◆ Study material:

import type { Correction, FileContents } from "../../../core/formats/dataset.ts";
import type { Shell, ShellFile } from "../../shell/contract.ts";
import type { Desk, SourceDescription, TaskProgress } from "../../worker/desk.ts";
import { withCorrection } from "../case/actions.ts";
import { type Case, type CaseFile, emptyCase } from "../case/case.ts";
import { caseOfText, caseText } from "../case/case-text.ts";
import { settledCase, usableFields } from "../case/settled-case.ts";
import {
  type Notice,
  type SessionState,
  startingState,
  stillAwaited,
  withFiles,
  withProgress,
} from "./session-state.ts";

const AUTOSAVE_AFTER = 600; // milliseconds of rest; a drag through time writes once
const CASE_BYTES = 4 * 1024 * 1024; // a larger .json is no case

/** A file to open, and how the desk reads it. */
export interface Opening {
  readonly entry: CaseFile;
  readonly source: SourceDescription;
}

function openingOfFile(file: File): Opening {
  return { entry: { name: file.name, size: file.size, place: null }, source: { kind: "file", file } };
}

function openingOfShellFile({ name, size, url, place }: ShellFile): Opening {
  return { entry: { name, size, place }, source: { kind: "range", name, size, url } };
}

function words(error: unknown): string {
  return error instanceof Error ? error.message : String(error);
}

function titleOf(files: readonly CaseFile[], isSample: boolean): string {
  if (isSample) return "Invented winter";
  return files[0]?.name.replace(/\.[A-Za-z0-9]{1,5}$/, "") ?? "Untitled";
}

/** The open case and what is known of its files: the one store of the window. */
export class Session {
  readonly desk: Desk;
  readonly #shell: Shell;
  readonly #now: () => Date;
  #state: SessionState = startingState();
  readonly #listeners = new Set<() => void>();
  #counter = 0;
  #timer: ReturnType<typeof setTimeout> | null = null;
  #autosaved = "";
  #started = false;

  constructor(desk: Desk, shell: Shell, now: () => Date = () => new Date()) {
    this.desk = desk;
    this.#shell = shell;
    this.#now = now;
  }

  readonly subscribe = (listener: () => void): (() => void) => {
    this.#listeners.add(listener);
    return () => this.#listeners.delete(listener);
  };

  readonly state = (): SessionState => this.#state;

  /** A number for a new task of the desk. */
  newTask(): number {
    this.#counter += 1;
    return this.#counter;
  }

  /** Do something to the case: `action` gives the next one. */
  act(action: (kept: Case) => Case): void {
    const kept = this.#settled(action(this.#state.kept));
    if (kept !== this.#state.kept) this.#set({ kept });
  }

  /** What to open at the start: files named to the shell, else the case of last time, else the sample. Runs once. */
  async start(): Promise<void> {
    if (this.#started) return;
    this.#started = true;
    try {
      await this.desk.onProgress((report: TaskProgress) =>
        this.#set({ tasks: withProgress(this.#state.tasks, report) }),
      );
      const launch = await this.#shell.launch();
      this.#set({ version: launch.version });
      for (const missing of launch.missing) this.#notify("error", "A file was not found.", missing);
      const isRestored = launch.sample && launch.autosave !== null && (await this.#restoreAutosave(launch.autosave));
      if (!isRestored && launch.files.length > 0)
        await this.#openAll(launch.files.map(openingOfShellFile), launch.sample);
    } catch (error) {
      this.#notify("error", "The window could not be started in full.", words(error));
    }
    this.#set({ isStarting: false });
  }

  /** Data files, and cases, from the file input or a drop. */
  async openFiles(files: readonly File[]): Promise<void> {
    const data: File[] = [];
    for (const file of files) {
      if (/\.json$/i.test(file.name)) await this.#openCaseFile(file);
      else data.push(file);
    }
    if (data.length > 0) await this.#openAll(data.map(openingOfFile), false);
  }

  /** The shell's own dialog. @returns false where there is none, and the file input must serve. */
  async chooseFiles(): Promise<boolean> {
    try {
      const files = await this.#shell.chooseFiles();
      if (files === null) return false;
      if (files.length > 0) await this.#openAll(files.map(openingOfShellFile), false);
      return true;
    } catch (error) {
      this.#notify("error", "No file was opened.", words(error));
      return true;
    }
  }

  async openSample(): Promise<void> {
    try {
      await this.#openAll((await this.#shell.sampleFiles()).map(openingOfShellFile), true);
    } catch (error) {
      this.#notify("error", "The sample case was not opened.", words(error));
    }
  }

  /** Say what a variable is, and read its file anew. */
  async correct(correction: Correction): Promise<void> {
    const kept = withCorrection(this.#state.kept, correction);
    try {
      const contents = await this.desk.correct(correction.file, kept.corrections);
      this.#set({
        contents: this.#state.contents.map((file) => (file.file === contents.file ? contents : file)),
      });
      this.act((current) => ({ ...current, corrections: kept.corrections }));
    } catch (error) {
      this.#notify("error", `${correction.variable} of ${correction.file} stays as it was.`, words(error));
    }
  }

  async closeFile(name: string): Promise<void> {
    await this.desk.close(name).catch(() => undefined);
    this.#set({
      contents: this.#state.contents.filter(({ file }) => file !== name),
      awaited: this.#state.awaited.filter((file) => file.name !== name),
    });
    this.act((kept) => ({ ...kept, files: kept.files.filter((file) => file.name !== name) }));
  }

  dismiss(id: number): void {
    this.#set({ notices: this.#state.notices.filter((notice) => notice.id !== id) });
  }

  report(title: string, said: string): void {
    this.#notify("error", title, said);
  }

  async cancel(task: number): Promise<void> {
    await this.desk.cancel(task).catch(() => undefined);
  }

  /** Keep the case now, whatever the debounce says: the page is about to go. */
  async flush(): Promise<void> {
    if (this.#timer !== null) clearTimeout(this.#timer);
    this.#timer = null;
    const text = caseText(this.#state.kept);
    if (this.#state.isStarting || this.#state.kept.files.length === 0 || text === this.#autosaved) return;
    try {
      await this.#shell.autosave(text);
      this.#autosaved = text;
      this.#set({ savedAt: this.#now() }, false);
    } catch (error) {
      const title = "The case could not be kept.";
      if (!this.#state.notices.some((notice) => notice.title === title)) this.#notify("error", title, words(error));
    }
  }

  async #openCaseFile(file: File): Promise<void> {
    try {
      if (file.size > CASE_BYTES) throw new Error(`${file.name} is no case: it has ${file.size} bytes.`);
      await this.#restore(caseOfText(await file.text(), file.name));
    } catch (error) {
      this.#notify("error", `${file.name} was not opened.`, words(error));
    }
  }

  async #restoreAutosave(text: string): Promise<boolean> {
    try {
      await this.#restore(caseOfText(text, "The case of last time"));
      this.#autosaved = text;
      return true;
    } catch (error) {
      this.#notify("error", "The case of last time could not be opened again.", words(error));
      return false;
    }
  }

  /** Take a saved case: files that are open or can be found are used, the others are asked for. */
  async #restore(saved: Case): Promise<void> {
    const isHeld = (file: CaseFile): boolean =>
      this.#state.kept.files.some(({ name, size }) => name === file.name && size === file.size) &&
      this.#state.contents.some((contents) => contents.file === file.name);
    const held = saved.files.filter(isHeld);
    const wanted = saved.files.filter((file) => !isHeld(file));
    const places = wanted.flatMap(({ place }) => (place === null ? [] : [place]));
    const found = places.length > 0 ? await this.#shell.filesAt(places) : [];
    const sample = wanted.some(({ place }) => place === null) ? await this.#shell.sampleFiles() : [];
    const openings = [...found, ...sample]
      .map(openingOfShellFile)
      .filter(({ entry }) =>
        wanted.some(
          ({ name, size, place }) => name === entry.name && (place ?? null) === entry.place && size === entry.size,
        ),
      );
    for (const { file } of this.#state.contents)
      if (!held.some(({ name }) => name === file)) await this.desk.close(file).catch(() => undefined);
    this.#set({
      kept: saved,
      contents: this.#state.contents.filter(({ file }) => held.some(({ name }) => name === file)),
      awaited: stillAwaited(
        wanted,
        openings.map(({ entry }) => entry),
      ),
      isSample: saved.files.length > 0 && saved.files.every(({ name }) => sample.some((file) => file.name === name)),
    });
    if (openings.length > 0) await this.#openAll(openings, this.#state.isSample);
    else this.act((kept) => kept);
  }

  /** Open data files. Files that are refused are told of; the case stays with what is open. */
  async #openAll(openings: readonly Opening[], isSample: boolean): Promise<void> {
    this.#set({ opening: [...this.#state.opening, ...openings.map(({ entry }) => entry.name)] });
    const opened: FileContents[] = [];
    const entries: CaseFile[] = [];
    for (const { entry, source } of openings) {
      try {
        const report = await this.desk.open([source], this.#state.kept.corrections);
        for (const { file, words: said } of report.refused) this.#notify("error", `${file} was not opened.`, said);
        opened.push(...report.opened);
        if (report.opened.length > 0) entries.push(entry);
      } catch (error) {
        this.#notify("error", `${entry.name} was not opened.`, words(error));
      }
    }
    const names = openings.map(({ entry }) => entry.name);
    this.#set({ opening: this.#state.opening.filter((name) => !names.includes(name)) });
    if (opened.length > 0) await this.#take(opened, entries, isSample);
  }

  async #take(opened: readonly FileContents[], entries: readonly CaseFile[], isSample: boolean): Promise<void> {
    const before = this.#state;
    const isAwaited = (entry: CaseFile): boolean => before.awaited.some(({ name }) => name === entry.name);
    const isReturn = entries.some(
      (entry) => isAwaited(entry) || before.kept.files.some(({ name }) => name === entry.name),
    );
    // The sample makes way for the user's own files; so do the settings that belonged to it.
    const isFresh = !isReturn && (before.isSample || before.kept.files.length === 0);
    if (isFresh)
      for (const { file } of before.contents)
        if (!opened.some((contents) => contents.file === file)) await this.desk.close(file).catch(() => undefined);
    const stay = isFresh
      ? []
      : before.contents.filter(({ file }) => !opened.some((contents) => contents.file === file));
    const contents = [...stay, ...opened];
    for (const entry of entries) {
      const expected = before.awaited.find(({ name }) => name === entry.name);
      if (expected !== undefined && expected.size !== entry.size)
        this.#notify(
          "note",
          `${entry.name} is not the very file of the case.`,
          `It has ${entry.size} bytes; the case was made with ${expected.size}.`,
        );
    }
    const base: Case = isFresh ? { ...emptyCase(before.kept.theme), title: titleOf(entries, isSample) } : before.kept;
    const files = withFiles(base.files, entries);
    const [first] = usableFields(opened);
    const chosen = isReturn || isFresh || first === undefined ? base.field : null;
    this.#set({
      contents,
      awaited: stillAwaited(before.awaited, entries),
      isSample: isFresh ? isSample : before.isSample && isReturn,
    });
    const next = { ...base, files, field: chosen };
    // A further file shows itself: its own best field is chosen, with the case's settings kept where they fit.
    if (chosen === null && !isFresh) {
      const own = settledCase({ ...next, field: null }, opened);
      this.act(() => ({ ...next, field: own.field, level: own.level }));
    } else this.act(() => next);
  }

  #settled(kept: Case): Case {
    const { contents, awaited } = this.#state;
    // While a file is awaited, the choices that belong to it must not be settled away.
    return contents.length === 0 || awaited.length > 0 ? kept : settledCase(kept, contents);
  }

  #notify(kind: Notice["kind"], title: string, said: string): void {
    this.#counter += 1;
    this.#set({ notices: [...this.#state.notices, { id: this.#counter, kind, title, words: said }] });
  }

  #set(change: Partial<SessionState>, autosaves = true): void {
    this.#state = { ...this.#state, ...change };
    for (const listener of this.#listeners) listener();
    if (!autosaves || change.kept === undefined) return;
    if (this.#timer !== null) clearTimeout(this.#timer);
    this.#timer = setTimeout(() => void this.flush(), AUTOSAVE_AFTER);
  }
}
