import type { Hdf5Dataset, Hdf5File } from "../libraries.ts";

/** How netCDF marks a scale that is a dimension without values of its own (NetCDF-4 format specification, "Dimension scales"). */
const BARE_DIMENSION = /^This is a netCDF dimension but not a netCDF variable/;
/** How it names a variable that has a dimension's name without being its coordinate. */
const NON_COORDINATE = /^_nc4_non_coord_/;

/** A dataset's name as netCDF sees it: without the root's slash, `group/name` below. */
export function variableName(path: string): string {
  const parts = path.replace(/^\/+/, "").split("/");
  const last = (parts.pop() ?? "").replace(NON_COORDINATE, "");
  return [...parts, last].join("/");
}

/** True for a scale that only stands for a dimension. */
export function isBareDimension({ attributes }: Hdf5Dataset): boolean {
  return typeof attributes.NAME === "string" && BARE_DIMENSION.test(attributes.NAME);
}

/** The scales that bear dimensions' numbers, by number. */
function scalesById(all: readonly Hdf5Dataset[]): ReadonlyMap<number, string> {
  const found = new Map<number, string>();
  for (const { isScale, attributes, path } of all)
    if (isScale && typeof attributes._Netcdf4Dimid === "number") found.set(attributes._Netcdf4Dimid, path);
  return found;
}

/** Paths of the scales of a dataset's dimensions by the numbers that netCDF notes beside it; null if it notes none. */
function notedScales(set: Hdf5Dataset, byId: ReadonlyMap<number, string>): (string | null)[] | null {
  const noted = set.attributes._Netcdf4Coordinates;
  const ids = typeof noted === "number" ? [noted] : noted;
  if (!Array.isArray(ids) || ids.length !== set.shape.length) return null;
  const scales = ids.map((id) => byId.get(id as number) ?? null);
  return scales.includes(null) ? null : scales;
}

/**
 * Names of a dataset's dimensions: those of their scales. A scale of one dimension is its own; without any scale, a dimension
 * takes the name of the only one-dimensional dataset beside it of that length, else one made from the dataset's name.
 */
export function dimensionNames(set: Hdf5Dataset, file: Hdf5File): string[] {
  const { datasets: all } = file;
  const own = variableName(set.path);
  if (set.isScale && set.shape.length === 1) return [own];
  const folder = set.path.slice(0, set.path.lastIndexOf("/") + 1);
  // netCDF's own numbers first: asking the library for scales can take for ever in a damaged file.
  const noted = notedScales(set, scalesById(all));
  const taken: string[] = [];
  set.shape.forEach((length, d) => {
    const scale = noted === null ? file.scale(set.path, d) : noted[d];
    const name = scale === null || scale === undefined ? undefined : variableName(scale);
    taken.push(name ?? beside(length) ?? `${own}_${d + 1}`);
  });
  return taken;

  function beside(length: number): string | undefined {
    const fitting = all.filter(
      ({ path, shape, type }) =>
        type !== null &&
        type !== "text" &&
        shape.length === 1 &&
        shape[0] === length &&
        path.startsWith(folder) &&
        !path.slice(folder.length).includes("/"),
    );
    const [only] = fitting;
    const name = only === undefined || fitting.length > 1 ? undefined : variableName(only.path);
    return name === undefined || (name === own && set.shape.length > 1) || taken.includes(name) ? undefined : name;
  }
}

◆ What you need to do: Pick out every line of the listing containing the word "chooseFiles", and show those lines.

◆ Exercise response:
  async chooseFiles(): Promise<boolean> {
      const files = await this.#shell.chooseFiles();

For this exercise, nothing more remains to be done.